# VBForums UtilityBank > UtilityBank - Tutorials >  Tutorial: Goto My Pc for FREE

## visualAd

Services like GotoMyPc, allow you to access your computer securly from any location in the world via a web interface. But, at a price. In this case $17.95 per month. This in my opinion is a little bit costly as I have worked out how to do it for free. And guess what, I am going to be nice and share how to do it and probably get a price put on my life by the guys at GotoMyPc.

Firsty, I'll make it clear what this solution provides. It allows you to access your PC via the Internet through a secure remote connection, you will be able to interact with the PC as if you were sitting at the machine. You must have the computer running while you are accessing it

This setup requires several pieces of software all of which are free and can be downloaded.

FreeSSHD - Allows you to make a secure remote connection to a windows PC and setup SSH tunnels, allowing other services to connect to your PC securely.

Putty - Putty is a Free SSH client for windows. We need this to connect to the SSH server on the remote PC. It will also allow us to transfer files between the two PC's.

VNC - VNC allows you to make a remote desktop connection to a PC, as if you were sitting in front of it. Download the free version.

*Setting Up the SSH Server*

SSH is an acronym for Secure Shell. It was developed for UNIX to anble administrators to log into a server remotly from anywhere with an internet connection and control it. SSH remains today the remote connection method of choice for UNIX and Linux savys.

FreeSSHD, is an SSH server for Windows. It in effect allows you to connect to your machine via the command line similar to a telnet connection, but, securely. More importantly however and the feature we will be useing, it allows you tunnel connections through SSH to you local computer.

*What is Tunneling?*
As the name suggests, it is setting up a tunnel but for connections between machines. Once connected to a mahine via SSH, we can tunnel other connections throgugh the secure SSH connection to the remote PC. To the remote PC, it appears as if the connection has originted locally.

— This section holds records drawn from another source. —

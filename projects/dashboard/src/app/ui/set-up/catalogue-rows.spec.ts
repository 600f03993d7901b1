import { currencyChoices, timeZoneChoices } from './choices';
import { costOfDay } from './dated-costs';
import { medianOffer } from './norm-changes';

describe('currencyChoices', () => {
  it('of all currencies, offers those counted in hundredths only', () => {
    const codes = currencyChoices().map(({ value }) => value);
    expect(codes).toEqual(expect.arrayContaining(['EUR', 'SEK', 'GBP']));
    expect(codes).not.toContain('JPY');
    expect(codes).not.toContain('KWD');
  });
});

describe('timeZoneChoices', () => {
  it('a zone in use that the browser does not list, stays', () => {
    expect(timeZoneChoices('Etc/Elsewhere')[0]?.value).toBe('Etc/Elsewhere');
    expect(timeZoneChoices('Europe/Lisbon')).toEqual(timeZoneChoices());
  });
});

describe('costOfDay', () => {
  const rows = [{ from: '2026-02-01' }, { from: null }, { from: '2026-03-01' }];

  it('a day between two, has the earlier', () => {
    expect(costOfDay(rows, '2026-02-02')).toBe(rows[0]);
  });

  it('a day before all dated ones, has the one from the start, or none where there is none', () => {
    expect(costOfDay(rows, '2020-01-01')).toBe(rows[1]);
    expect(costOfDay([{ from: '2026-02-01' }], '2026-01-31')).toBeUndefined();
  });
});

describe('medianOffer', () => {
  it('many cars, offers their median in whole ml and says between what most lay', () => {
    expect(
      medianOffer({ product: 'CW1', cars: 312, medianMl: 4100.5, p10Ml: 3200, p90Ml: 5000 }),
    ).toEqual({
      words: 'Median of 312 cars: 4.1\u202fL, eight of ten between 3.2\u202fL and 5.0\u202fL.',
      value: '4101',
    });
  });

  it('too few cars, says so and offers nothing', () => {
    const offer = medianOffer({
      product: 'CW1',
      cars: 3,
      medianMl: null,
      p10Ml: null,
      p90Ml: null,
    });
    expect(offer).toEqual({ words: '3 cars so far: too few to take a norm from.' });
  });
});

To the connecting PC, it appears as if the connection is being made locally.

Why do this? Obviously a remote desktop connection is not something we want everyone to access. The standard VNC connnection is not encrypted. However, send it through an SSH tunnel and the connection is encrypted, secure and password protected.

*About 10 Easy(ish) Steps*

If you follow these steps you'll have your secure remote desktop connection up and running in less than an hour.
First step is to download and install FreeSSHD. Select the full installation and choose to run as a windows service. (you can opt not to install the service, however freesshd will not start when windows starts and you must logon to the computer before running it)
Once installed, a new icon should appear in the task bar. Double click this to bring up the configuration screen.
Set the SSH port 443. There is a good reason for this as in many shoools, colleges and companies you must connect to the Internet via a proxy server. Connecting on port 443, the standard HTTPS port, ensures that you will always be able to access the PC.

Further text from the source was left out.